What makes life worth living? The unpredictability. The newness. The mystery that conjures excitement and anticipation. Each of these concepts is inherent in all experiences that we can partake in for a temporary period. We only see the Grand Canyon once or twice in our life and it is magnificent, breathtaking even. But what would happen to that allure if you had eternity to not just view the Grand Canyon, but experience it. Let’s assume you spend 100 years hanging out along the top edge of the Canyon, pacing slowly, crouching, maybe even laying flat with your head hanging off the cliff so you are peering straight down into the expanse below. You take your time admiring the grains of sand and the striations in the rock walls reaching into the shadowy depths below. Each day you alternate which side of the Canyon you reside on and around year 50 you start to vary the distance between you and the drop off. 10 feet one day. 20 the next. Each day you walk down and back, all the while really focusing on the physical, details of the natural crevice. You mentally ingest the scenery from every angle possible and everything becomes familiar. At 560 paces there is a pale rock jarring out of the Earth at an odd angle. 7 paces later there is a patch of red clay a shade or two lighter than its surroundings. After the first 100 years, you decide to enter the Canyon and you spend another 100 years learning the interior of the beast. At some point you start realizing that you’ve taken the exact same route through the Canyon before so you step to the left and continue, now experiencing the Canyon from a slightly different leftward angle. All is good…until no matter how far left or right you step, you have taken that path before. There is nothing new for you to see. All of a sudden, the unpredictability is gone and the newness has rapidly aged. As great and wide and incredible as the Canyon is, it has lost its ability to entertain you.
This is a small example of the larger problem I see with an infinite realm like the one we live in. Sure, you could leave the Canyon and travel anywhere on Earth to find another site but eventually the same saturation would occur. So you move onto the next site, and the next, and in this heaven simulation you are allowed to visit other planets and explore all of their wonders so for a trillion years you find new attractions rated highly on the Trivago of heaven and spend all of your time imbibing the natural world, exploring foreign galaxies and hopping from one space object to the next. A trillion years is actually negligible. Let’s say you spent a gazillion years on this trip and you’re having an amazing time…but then one day you realize that the bark on one of the alien trees of Gardos12 (a make believe planet) is pretty similar to the bark on the trees of Traddestine33 (another make believe planet)…not just similar but exactly the same. The random crisscrossing pattern of the bark here is an exact replica of what you’ve seen before. You brush this off. A trillion years go by and it happens again, this time with a rock and then again with a blade of grass. After enough time has passed, there is no creation of the natural world that you haven’t seen before. There is once again nothing new about the world. You’ve seen everything once. Then you’ve seen everything a trillion times. You’ve investigated every acre inside the box that is the universe and now you’re just trapped in the box.
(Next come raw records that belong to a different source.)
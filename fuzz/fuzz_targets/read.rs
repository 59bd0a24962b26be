//! Fuzz the Touchstone reader: no input may panic. The first byte picks the port count implied by the
//! file name (1..=8, its low three bits), so version 1 layouts of every size are reached, and the size of
//! the pieces the streaming reader reads the same file in (its high five bits: 1 to 218 bytes); the rest is
//! the file. The streaming reader (`read_pieces`, what `read_file` uses) must agree with the whole-text
//! reader: both refuse the file, or both read the same network, header and warnings.
//!
//! Run from `fuzz/` (cargo-afl; DEVELOPERS.md, "How to test"): `cargo afl build --release`, then
//! `cargo afl fuzz -i seeds/read -o out/read -x dict/read.dict target/release/read`.

use std::path::PathBuf;

fn main() {
    afl::fuzz!(|data: &[u8]| {
        let Some((&first, rest)) = data.split_first() else {
            return;
        };
        let name = PathBuf::from(format!("fuzz.s{}p", 1 + first % 8));
        let piece = 1 + 7 * (first >> 3) as usize;
        let whole = coldtrace::touchstone::read_bytes(rest, &name);
        let streamed = coldtrace::touchstone::read_pieces(rest, &name, u64::MAX, piece);
        match (&whole, &streamed) {
            (Ok(a), Ok(b)) => assert_eq!(a, b, "read in pieces of {piece} bytes"),
            (Err(_), Err(_)) => {}
            _ => panic!(
                "the readers disagree (pieces of {piece} bytes): whole {:?}, streamed {:?}",
                whole.as_ref().map(|_| ()),
                streamed.as_ref().map(|_| ())
            ),
        }
        if let Ok(t) = whole {
            // A file that reads must also write and read back.
            let opts = coldtrace::touchstone::WriteOptions {
                version: coldtrace::touchstone::WriteVersion::V2,
                ..Default::default()
            };
            if let Ok(text) = coldtrace::touchstone::write(&t.network, &opts) {
                coldtrace::touchstone::read_str(&text, &name).expect("written file reads back");
            }
        }
    });
}
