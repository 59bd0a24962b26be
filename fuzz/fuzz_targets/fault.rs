//! Fuzz the fault grammar of `simulate --fault`: no specification may panic, and one that parses and fits
//! the demo line must simulate to finite values or be refused with a message.
//!
//! Run from `fuzz/` (cargo-afl; DEVELOPERS.md, "How to test"): `cargo afl build --release`, then
//! `cargo afl fuzz -i seeds/fault -o out/fault -x dict/fault.dict target/release/fault`.

use coldtrace::line::{file, simulate, Fault, SimConfig, State};
use std::path::Path;

/// The demo line the faults are placed on (invented demo data).
const LINE: &str = include_str!("../../tests/data/line/north-fridge-in-07.toml");

fn main() {
    afl::fuzz!(|data: &[u8]| {
        let Ok(spec) = std::str::from_utf8(data) else {
            return;
        };
        let Ok(fault) = Fault::parse(spec) else {
            return;
        };
        let line = file::parse(LINE, Path::new("in-07.toml")).expect("the demo line reads");
        let mut config = SimConfig::linear(State::Cold, 0.5e9, 10e9, 11);
        config.faults.push(fault);
        if let Ok(net) = simulate(&line, &config) {
            assert!(net.s.iter().all(|v| v.is_finite()), "not finite: {spec}");
        }
    });
}
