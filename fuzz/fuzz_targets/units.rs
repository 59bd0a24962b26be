//! Fuzz the parser of quantities people type (`0.5GHz`, `1mm`, `0m..3m`): no text may panic, and what
//! parses is finite. The first byte picks the family.
//!
//! Run from `fuzz/` (cargo-afl; DEVELOPERS.md, "How to test"): `cargo afl build --release`, then
//! `cargo afl fuzz -i seeds/units -o out/units -x dict/units.dict target/release/units`.

use coldtrace::units::{parse, parse_range, Family};

const FAMILIES: [Family; 6] = [
    Family::Frequency,
    Family::Length,
    Family::Time,
    Family::Resistance,
    Family::Capacitance,
    Family::Inductance,
];

fn main() {
    afl::fuzz!(|data: &[u8]| {
        let Some((&first, rest)) = data.split_first() else {
            return;
        };
        let Ok(text) = std::str::from_utf8(rest) else {
            return;
        };
        let family = FAMILIES[first as usize % FAMILIES.len()];
        if let Ok(v) = parse(text, family) {
            assert!(v.is_finite(), "{text} -> {v}");
        }
        if let Ok((a, b)) = parse_range(text, family) {
            assert!(
                a.is_finite() && b.is_finite() && a < b,
                "{text} -> {a}..{b}"
            );
        }
    });
}
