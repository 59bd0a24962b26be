//! Fuzz the line-file reader: no input may panic, and a file that reads must simulate (warm and cold, a few
//! points) to finite values or be refused with a message.
//!
//! Run: `cargo +nightly fuzz run line_file fuzz/corpus/line_file fuzz/seeds/line_file -- -dict=fuzz/dict/line_file.dict`
//! from the crate root (needs cargo-fuzz; docs/reliability.md).

#![no_main]

use coldtrace::line::{file, simulate, SimConfig, State};
use libfuzzer_sys::fuzz_target;
use std::path::Path;

fuzz_target!(|data: &[u8]| {
    let Ok(text) = std::str::from_utf8(data) else {
        return;
    };
    let Ok(line) = file::parse(text, Path::new("fuzz.toml")) else {
        return;
    };
    for state in [State::Warm, State::Cold] {
        let config = SimConfig::linear(state, 0.5e9, 10e9, 11);
        if let Ok(net) = simulate(&line, &config) {
            assert!(net.s.iter().all(|v| v.is_finite()), "not finite:\n{text}");
        }
    }
});
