//! Scoring a generated scenario: run the comparator on it (states inferred and given), reduce each report to
//! what is scored (false alarms, the rank-1 finding, the states), and gather the figures and Markdown tables
//! of docs/accuracy.md.
//!
//! Conventions: as the parent module: positions in the nominal line's as-built metres, levels in dB.

use super::{Case, Scenario, TrueKind, END_REFLECTION, VISIBLE_LEVEL_DB};
use coldtrace::compare::{CompareReport, Severity};
use coldtrace::line::State;
use std::fmt::Write as _;

/// The rank-1 finding, as scored.
#[derive(Debug, Clone, PartialEq)]
pub struct Top {
    pub element: String,
    pub nearest_connector: Option<String>,
    pub distance_m: f64,
    pub kind: &'static str,
    pub severity: Severity,
    pub reflection_db: f64,
}

/// One comparison's result, reduced to what is scored.
#[derive(Debug, Clone, PartialEq)]
pub struct Run {
    pub states_given: bool,
    /// The comparator's error, if any.
    pub error: Option<String>,
    /// Findings above info: (element, kind, severity, distance m, reflection dB).
    pub alarms: Vec<(String, &'static str, Severity, f64, f64)>,
    pub top: Option<Top>,
    /// The states the report used.
    pub states: (String, String),
    /// The hypotheses the data left open (`warm->cold`, ...), the one used first.
    pub open: Vec<String>,
}

/// Each finding above info of `r`, as `Severity Kind at X m`.
pub fn alarm_lines(r: &CompareReport) -> Vec<String> {
    r.findings
        .iter()
        .filter(|f| f.severity > Severity::Info)
        .map(|f| {
            format!(
                "{:?} {:?} at {:.3} m",
                f.severity, f.kind, f.place.distance_m
            )
        })
        .collect()
}

fn state_name(s: State) -> &'static str {
    match s {
        State::Warm => "warm",
        State::Cold => "cold",
    }
}
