//! Fuzz the line-file reader: no input may panic, and a file that reads must simulate (warm and cold, a few
//! points) to finite values or be refused with a message.
//!
//! Run from `fuzz/` (cargo-afl; DEVELOPERS.md, "How to test"): `cargo afl build --release`, then
//! `cargo afl fuzz -i seeds/line_file -o out/line_file -x dict/line_file.dict target/release/line_file`.

use coldtrace::line::{file, simulate, SimConfig, State};
use std::path::Path;

fn main() {
    afl::fuzz!(|data: &[u8]| {
        let Ok(text) = std::str::from_utf8(data) else {
            return;
        };
        let Ok(line) = file::parse(text, Path::new("fuzz.toml")) else {
            return;
        };
        for state in [State::Warm, State::Cold] {
            let config = SimConfig::linear(state, 0.5e9, 10e9, 11);
            if let Ok(net) = simulate(&line, &config) {
                assert!(net.s.iter().all(|v| v.is_finite()), "not finite:\n{text}");
            }
        }
    });
}
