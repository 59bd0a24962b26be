//! Fuzz the Touchstone reader: no input may panic. The first byte picks the port count implied by the
//! file name (1..=8), so version 1 layouts of every size are reached; the rest is the file.
//!
//! Run from `fuzz/` (cargo-afl; DEVELOPERS.md, "How to test"): `cargo afl build --release`, then
//! `cargo afl fuzz -i seeds/read -o out/read -x dict/read.dict target/release/read`.

use std::path::PathBuf;

fn main() {
    afl::fuzz!(|data: &[u8]| {
        let Some((&first, rest)) = data.split_first() else {
            return;
        };
        let name = PathBuf::from(format!("fuzz.s{}p", 1 + first % 8));
        if let Ok(t) = coldtrace::touchstone::read_bytes(rest, &name) {
            // A file that reads must also write and read back.
            let opts = coldtrace::touchstone::WriteOptions {
                version: coldtrace::touchstone::WriteVersion::V2,
                ..Default::default()
            };
            if let Ok(text) = coldtrace::touchstone::write(&t.network, &opts) {
                coldtrace::touchstone::read_str(&text, &name).expect("written file reads back");
            }
        }
    });
}
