/// [`through_an_amplifier`], the gain band-limited when `band`: rolled off outside the middle 60 % of the
/// band (an eighth-order edge) whose width grows 5 % on cooling (as `amplified_accuracy`'s `band` shape),
/// and findings up to `allowed` let pass.
fn through_a_gain(
    seeds: &[u64],
    shows: bool,
    declared: bool,
    band: bool,
    allowed: Severity,
) -> Vec<String> {
    let through = |n, gain_db: f64, tilt_db: f64, width: f64| {
        scenario::through_gain(n, |_, u| {
            let x = (u - 0.5) / (0.3 * width);
            gain_db + tilt_db * u
                - if band {
                    10.0 * (1.0 + x.powi(8)).log10()
                } else {
                    0.0
                }
        })
    };
    let mut bad = Vec::new();
    for &seed in seeds {
        let mut s = Scenario::generate(seed, Case::Healthy);
        s.nominal.gain_in_path = declared;
        let (b, c) = s.sweeps().unwrap();
        let (b, c) = (through(b, 36.0, -1.0, 1.0), through(c, 40.0, -1.5, 1.05));
        let power_db =
            |n: &coldtrace::Network| coldtrace::compare::sweep::returned_power_db(&n.s11());
        assert_eq!(
            power_db(&b).max(power_db(&c)) > coldtrace::compare::sweep::PASSIVE_POWER_LIMIT_DB,
            shows,
            "seed {seed}: the gain should {}show in the power returned",
            if shows { "" } else { "not " }
        );
        for given in [true, false] {
            let r = s.compare(&b, &c, given).unwrap();
            let alarms: Vec<String> = r
                .findings
                .iter()
                .filter(|f| f.severity > allowed)
                .map(|f| {
                    format!(
                        "{:?} {:?} at {:.3} m",
                        f.severity, f.kind, f.place.distance_m
                    )
                })
                .collect();
            if !alarms.is_empty() {
                bad.push(format!(
                    "  seed {seed}, states given {given}: {}",
                    alarms.join("; ")
                ));
            }
            let declared_said = |w: &coldtrace::Warning| w.message.contains("gain_in_path = true");
            if !r.warnings.iter().any(|w| w.kind == "gain-in-path")
                || r.warnings.iter().any(declared_said) != declared
            {
                bad.push(format!(
                    "  seed {seed}, states given {given}: no gain-in-path warning{}",
                    if declared {
                        " saying the line file declares it"
                    } else {
                        ""
                    }
                ));
            }
            if given && (r.alignment.level_change_db - 4.0).abs() > 1.5 {
                bad.push(format!(
                    "  seed {seed}: level change {:.2} dB, the gain moved by 4 dB",
                    r.alignment.level_change_db
                ));
            }
        }
    }
    bad
}
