/// The first radix-4 pass in Armv7E-M assembly: the twin of
/// [`packed16_first_radix4`] (the same bits; the board's frames are checked
/// against the host's, which run the twin).
#[cfg(stapes_arm_dsp)]
mod arm_dsp_first {
    /// All groups of four words; `None` (nothing done) for a shift outside
    /// 1 ..= 3 or a length that is not a positive multiple of 4.
    #[inline(always)]
    pub(super) fn first_radix4(words: &mut [u32], s: u32) -> Option<u32> {
        if words.is_empty() || !words.len().is_multiple_of(4) {
            return None;
        }
        // (No shift at all, for quiet input, is left to the twin: an
        // immediate shift of 0 has no encoding.)
        Some(match s {
            1 => run::<1>(words),
            2 => run::<2>(words),
            3 => run::<3>(words),
            _ => return None,
        })
    }

    /// Per group `x0..x3`: `a, b = x0 ± x1`, `c, d = x2 ± x3` (componentwise,
    /// exact), `R = 2^SHIFT / 2` added to `a` and `b`; outputs `a + c`,
    /// `b − i·d`, `a − c`, `b + i·d`, each component `>> SHIFT`, packed; the
    /// outputs' `re² + im²` folded into the returned tracker
    /// ([`super::fold_square`], per lane).
    #[inline(never)]
    fn run<const SHIFT: u32>(words: &mut [u32]) -> u32 {
        let start = words.as_mut_ptr();
        let end = start.wrapping_add(words.len());
        let mut acc = 0u32;
        // SAFETY: the loop visits groups of four words from `start` while
        // p < end, and `words.len()` is a positive multiple of 4.
        #[allow(unsafe_code)]
        unsafe {
            core::arch::asm!(
                "2:",
                "ldrd   {x0}, {x1}, [{p}]",
                "ldrd   {x2}, {x3}, [{p}, #8]",
                "sxth   {c}, {x0}",
                "sxth   {d}, {x1}",
                "add    {a}, {c}, {d}",               // ar
                "sub    {b}, {c}, {d}",               // br
                "asr    {c}, {x0}, #16",
                "add    {d}, {c}, {x1}, asr #16",     // ai
                "sub    {c}, {c}, {x1}, asr #16",     // bi
                "add    {a}, {a}, #{r}",
                "add    {b}, {b}, #{r}",
                "add    {d}, {d}, #{r}",
                "add    {c}, {c}, #{r}",
                "sxth   {x0}, {x2}",
                "sxth   {x1}, {x3}",
                "sub    {x1}, {x0}, {x1}",            // dr
                "rsb    {x0}, {x1}, {x0}, lsl #1",    // cr = 2·lo(x2) − dr
                "asr    {x2}, {x2}, #16",
                "sub    {x3}, {x2}, {x3}, asr #16",   // di
                "rsb    {x2}, {x3}, {x2}, lsl #1",    // ci
                "add    {a}, {a}, {x0}",              // X0r
                "sub    {x0}, {a}, {x0}, lsl #1",     // X2r
                "add    {d}, {d}, {x2}",              // X0i
                "sub    {x2}, {d}, {x2}, lsl #1",     // X2i
                "add    {b}, {b}, {x3}",              // X1r = br + di
                "sub    {x3}, {b}, {x3}, lsl #1",     // X3r = br − di
                "sub    {c}, {c}, {x1}",              // X1i = bi − dr
                "add    {x1}, {c}, {x1}, lsl #1",     // X3i = bi + dr
                "asr    {a}, {a}, #{s}",
                "pkhbt  {a}, {a}, {d}, lsl #{u}",     // X0
                "asr    {b}, {b}, #{s}",
                "pkhbt  {b}, {b}, {c}, lsl #{u}",     // X1
                "asr    {x0}, {x0}, #{s}",
                "pkhbt  {x0}, {x0}, {x2}, lsl #{u}",  // X2
                "asr    {x3}, {x3}, #{s}",
                "pkhbt  {x3}, {x3}, {x1}, lsl #{u}",  // X3
                "strd   {a}, {b}, [{p}]",
                "strd   {x0}, {x3}, [{p}, #8]",
                "smuad  {d}, {a}, {a}",
                "smuad  {c}, {b}, {b}",
                "smuad  {x2}, {x0}, {x0}",
                "smuad  {x1}, {x3}, {x3}",
                "pkhtb  {d}, {c}, {d}, asr #16",
                "pkhtb  {x2}, {x1}, {x2}, asr #16",
                "usub16 {c}, {d}, {acc}",
                "sel    {acc}, {d}, {acc}",
                "usub16 {c}, {x2}, {acc}",
                "sel    {acc}, {x2}, {acc}",
                "add    {p}, {p}, #16",
                "cmp    {p}, {end}",
                "blo    2b",
                p = inout(reg) start => _,
                end = in(reg) end,
                acc = inout(reg) acc,
                x0 = out(reg) _,
                x1 = out(reg) _,
                x2 = out(reg) _,
                x3 = out(reg) _,
                a = out(reg) _,
                b = out(reg) _,
                c = out(reg) _,
                d = out(reg) _,
                r = const (1u32 << SHIFT) >> 1,
                s = const SHIFT,
                u = const 16 - SHIFT,
                options(nostack)
            );
        }
        acc
    }
}
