impl fmt::Display for StageChainError {
    fn fmt(&self, f: &mut fmt::Formatter<'_>) -> fmt::Result {
        match *self {
            StageChainError::Pcen(e) => write!(f, "{e}"),
            StageChainError::Mfcc(e) => write!(f, "{e}"),
            StageChainError::Quantiser(e) => write!(f, "{e}"),
            StageChainError::Normalise(e) => write!(f, "{e}"),
            StageChainError::MissingTable(what) => {
                write!(f, "the stage tables hold no {what}: regenerate them")
            }
            StageChainError::FixedNormaliseWithoutQuantiser => write!(
                f,
                "the fixed-point arithmetics normalise only folded into the quantiser: add \
                 [stages.quantise] (the model's int8 or uint8 input), or use --arith f32"
            ),
            StageChainError::LevelMapOutOfFixedRange => write!(
                f,
                "stages.level_map does not fit the fixed formats: use --arith f32"
            ),
            StageChainError::Capacity { needed, capacity } => write!(
                f,
                "the stage chain holds {capacity} values per frame but the configuration needs \
                 {needed}: raise the chain's value capacity"
            ),
        }
    }
}

impl core::error::Error for StageChainError {}

fn check_capacity(config: &FeatureConfig, capacity: usize) -> Result<(), StageChainError> {
    let needed = config.stage_inputs().max(
        config
            .stages
            .mfcc
            .map_or(0, |m| m.coefficients as usize + 1),
    );
    if needed > capacity {
        return Err(StageChainError::Capacity { needed, capacity });
    }
    Ok(())
}

// ---- f32 ----

#[derive(Clone, Debug)]
enum FloatLevel<const V: usize> {
    Log(FloatLog),
    Pcen(FloatPcen<V>),
}

#[derive(Clone, Debug)]
enum FloatTail<'t, const V: usize> {
    None,
    Normalise(Normalise<'t>),
    Int8(QuantiseStage<i8, V>),
    Uint8(QuantiseStage<u8, V>),
    NormalisedInt8(NormalisedQuantise<'t, i8, V>),
    NormalisedUint8(NormalisedQuantise<'t, u8, V>),
}

/// The `f32` path's stages after the filterbank, for up to `V` values per
/// frame.
#[derive(Clone, Debug)]
pub struct FloatStageChain<'t, const V: usize> {
    level: FloatLevel<V>,
    floor: Option<RangeFloor<f32>>,
    map: Option<FloatLevelMap>,
    mfcc: Option<FloatMfcc<'t, V>>,
    tail: FloatTail<'t, V>,
}
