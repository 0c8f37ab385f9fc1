"""Temperature and pressure: each step's temperature against the liquids then in the flask,
and the pressure a sealed vessel builds from vapour and from the gas desilylation releases."""

from __future__ import annotations

from .. import materials
from ..chemistry import molecules
from ..units import fmt_mmol, to_canonical
from .context import Context, join_and, line_names, temp_c
from .finding import Finding

_GAS_CONSTANT = 0.08314462618  # L·bar/(mol·K), CODATA
_TRIMETHYLSILYL = "[Si]([CH3])([CH3])[CH3]"


def _tms_count(line) -> int:
    """Silyl groups that leave as Me3SiF: all Si atoms when a trimethylsilyl is present (an upper bound)."""
    if not line.smiles:
        return 0
    if not molecules.has_substructure(line.smiles, molecules.substructure_query(_TRIMETHYLSILYL)):
        return 0
    return molecules.element_count(line.smiles, "Si")


def _liquids(ctx: Context, index: int) -> list[tuple[object, materials.Material]]:
    """(line, solvent data) for each known liquid in the flask at a step, solution solvents included."""
    out = []
    for line in ctx.timeline.present(ctx.run, index):
        mat = materials.recognise(line)
        if mat is not None and mat.is_solvent:
            out.append((line, mat))
            continue
        sol = materials.solution_solvent(line)
        if sol is not None:
            out.append((line, sol))
    return out


def _by_material(pairs) -> dict[str, tuple[materials.Material, list[str]]]:
    grouped: dict[str, tuple[materials.Material, list[str]]] = {}
    for line, mat in pairs:
        grouped.setdefault(mat.key, (mat, []))[1].append(line.name)
    return grouped


def _vapour_text(mat: materials.Material, t: float) -> str:
    if mat.antoine is None:
        return f"{mat.name}: no vapour-pressure constants on file"
    p = mat.antoine.pressure_bar(t)
    fit = (
        ""
        if mat.antoine.covers(t)
        else (f", extrapolated beyond the fitted {mat.antoine.t_min_c:g} to {mat.antoine.t_max_c:g} °C, so rough")
    )
    return f"{mat.name}: about {p:.1f} bar at {t:g} °C (Antoine; {mat.antoine.source}{fit})"


def _gas_mmol(ctx: Context, index: int) -> float:
    """Me3SiF (bp ~16 °C) released once fluoride meets a trimethylsilyl precursor by this step."""
    present = {ln.name for ln in ctx.timeline.present(ctx.run, index)}
    fl = [ln for ln in ctx.run.lines_by_role("fluoride source") if ln.name in present]
    if not fl:
        return 0.0
    total = 0.0
    for ln in ctx.run.lines_by_role("precursor"):
        row = ctx.row(ln.name)
        if ln.name in present and row is not None and row.mmol:
            total += _tms_count(ln) * row.mmol
    return total


def _liquid_ml(ctx: Context) -> float | None:
    return ctx.table.total_volume_ml if ctx.table is not None else None


def headspace(ctx: Context) -> tuple[float | None, str]:
    """(mL, words) of the gas space above the liquid: the run's vessel less its liquids when
    both are known, else the lab's assumed headspace, said to be assumed. None when full."""
    if ctx.run.vessel is None:
        ml = ctx.settings.headspace_ml
        return ml, f"an assumed {ml:g} mL headspace (give the run's vessel volume to use your own)"
    vessel_ml = to_canonical(ctx.run.vessel, "volume") / 1000.0
    liquid = _liquid_ml(ctx)
    if liquid is None:
        return vessel_ml, f"the {vessel_ml:g} mL vessel (liquid volume unknown, counted empty: an underestimate)"
    space = vessel_ml - liquid
    if space <= 0:
        return None, f"the {vessel_ml:g} mL vessel, which the {liquid:.3g} mL of liquid fills"
    return space, f"the {space:.3g} mL left above {liquid:.3g} mL of liquid in the {vessel_ml:g} mL vessel"


def _gas_text(ctx: Context, mmol: float, t: float) -> str:
    gas = materials.by_key("tmsf")
    space_ml, where = headspace(ctx)
    head = (
        f"Desilylation releases up to {fmt_mmol(mmol)} mmol fluorotrimethylsilane (Me3SiF, bp about "
        f"{gas.bp_c.value:g} °C; {gas.bp_c.source}), a gas at this temperature: "
    )
    if space_ml is None:
        return head + f"{where}, so the gas has no room at all."
    bar = mmol / 1000.0 * _GAS_CONSTANT * (t + 273.15) / (space_ml / 1000.0)
    return head + f"roughly {bar:.1f} bar more in {where} (ideal gas, some dissolves)."


def _pressure_caution() -> str:
    return materials.caution_text(("sealed_pressure",))


def check_temperatures(ctx: Context) -> list[Finding]:
    """Compare every step's temperature with the bp and mp of the liquids then in the flask."""
    out: list[Finding] = []
    s = ctx.settings
    for i, step in enumerate(ctx.run.steps):
        t = temp_c(step)
        if t is None:
            continue
        liquids = _liquids(ctx, i)
        hot = _by_material([(ln, m) for ln, m in liquids if m.bp_c and t > m.bp_c.value + s.bp_margin_c])
        if hot:
            out.append(_hot_finding(ctx, i, step, t, hot))
        low = step.min_temp_c()  # the bottom of a ramp is where a solvent freezes
        cold = _by_material(
            [(ln, m) for ln, m in liquids if ln.role == "solvent" and m.mp_c and low < m.mp_c.value - s.mp_margin_c]
        )
        for mat, names in cold.values():
            msg = (
                f"Step {i + 1} is at {low:g} °C, below the melting point of {mat.name} ({mat.mp_c.value:g} °C; "
                f"{mat.mp_c.source}). The solvent may freeze, stopping stirring and dropping reagents out "
                "of solution. Run warmer, or choose a solvent that stays liquid."
            )
            out.append(Finding("below-mp", "warn", msg, names, [i + 1]))
    return out


def _hot_finding(ctx: Context, i: int, step, t: float, hot) -> Finding:
    names = [n for _, ns in hot.values() for n in ns]
    which = join_and([f"{m.name} (bp {m.bp_c.value:g} °C; {m.bp_c.source})" for m, _ in hot.values()])
    if not step.sealed:
        msg = (
            f"Step {i + 1} is at {t:g} °C in an open vessel, above the boiling point of {which}. The liquid "
            "will boil off, changing the concentration or leaving the flask dry. Fit a reflux condenser, "
            "work below the boiling point, or use a sealed pressure vessel."
        )
        return Finding("above-bp-open", "warn", msg, names, [i + 1])
    vp = "; ".join(_vapour_text(m, t) for m, _ in hot.values())
    gas = _gas_mmol(ctx, i)
    msg = (
        f"Step {i + 1} heats a sealed vessel to {t:g} °C, above the boiling point of {which}, so pressure "
        f"builds. Vapour pressure of the pure liquid: {vp}."
    )
    if gas > 0:
        msg += " On top of that: " + _gas_text(ctx, gas, t)
    return Finding("above-bp-sealed", "warn", msg, names, [i + 1], _pressure_caution())


def check_sealed_gas(ctx: Context) -> list[Finding]:
    """Sealed below the solvent's bp can still build pressure from the Me3SiF the reaction makes."""
    gas = materials.by_key("tmsf")
    out: list[Finding] = []
    for i, step in enumerate(ctx.run.steps):
        t = temp_c(step)
        if not step.sealed or (t is not None and t <= gas.bp_c.value):
            continue
        hot = any(m.bp_c and t is not None and t > m.bp_c.value + ctx.settings.bp_margin_c for _, m in _liquids(ctx, i))
        n = _gas_mmol(ctx, i)
        if hot or n <= 0:
            continue  # above-bp-sealed already says it, or no gas forms
        shown = t if t is not None else 20.0
        at = f" at {t:g} °C" if t is not None else ""
        msg = (
            f"Step {i + 1} is in a sealed vessel{at}. "
            + _gas_text(ctx, n, shown)
            + " Allow for this pressure when choosing the vessel."
        )
        names = line_names(ctx.run.lines_by_role("precursor"))
        out.append(Finding("sealed-gas", "warn", msg, names, [i + 1], _pressure_caution()))
    return out


def check_vessel_fill(ctx: Context) -> list[Finding]:
    """A sealed vessel needs room for vapour and gas: liquids that fill it leave pressure nowhere to go."""
    sealed = [i + 1 for i, st in enumerate(ctx.run.steps) if st.sealed]
    liquid = _liquid_ml(ctx)
    if ctx.run.vessel is None or liquid is None or not sealed:
        return []
    vessel_ml = to_canonical(ctx.run.vessel, "volume") / 1000.0
    pct = 100.0 * liquid / vessel_ml
    limit = ctx.settings.vessel_fill_max_pct
    if pct > 100.0:
        msg = (
            f"The liquids add up to {liquid:.3g} mL, more than the {vessel_ml:g} mL vessel holds. Use a larger "
            "vessel or less solvent, or check the vessel volume and the line volumes."
        )
        return [Finding("vessel-overfilled", "stop", msg, [], sealed, _pressure_caution())]
    if pct > limit:
        msg = (
            f"The sealed vessel ({vessel_ml:g} mL) is {pct:.0f} % full with {liquid:.3g} mL of liquid, above the "
            f"limit of {limit:g} %. Heated liquid expands and its vapour and any gas need the space above it. "
            "Use a larger vessel or less solvent."
        )
        return [Finding("vessel-overfilled", "warn", msg, [], sealed, _pressure_caution())]
    return []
This dystopic eternity can be created by assuming that the physical material within the universe is either finite or infinite. If the physical material is finite, it is easy to imagine how all locations could be discovered. If the physical material is infinite, the imagination must be strained slightly and more logical assumptions must be made:
- The different building blocks of all physical things are finite (An infinite amount of different building blocks is impossible since repeating patterns indicate a simpler component)
- It does not matter what an object’s scale is. At some point, the pattern must repeat (wait, as I’m writing this I’m remembering that the number pi exists…)
- The scale of things we can experience at one time is finite (for example, we can view a single page of a book, two perhaps, but we cannot view the entirety of the book at one time…unless all the pages are ripped out and laid out like a quilt before us. If this happens, we then become limited by the window through which we experience things. If we assume this is our eyes, then we are limited by our field of vision) (wait, this might counter the existence of pi)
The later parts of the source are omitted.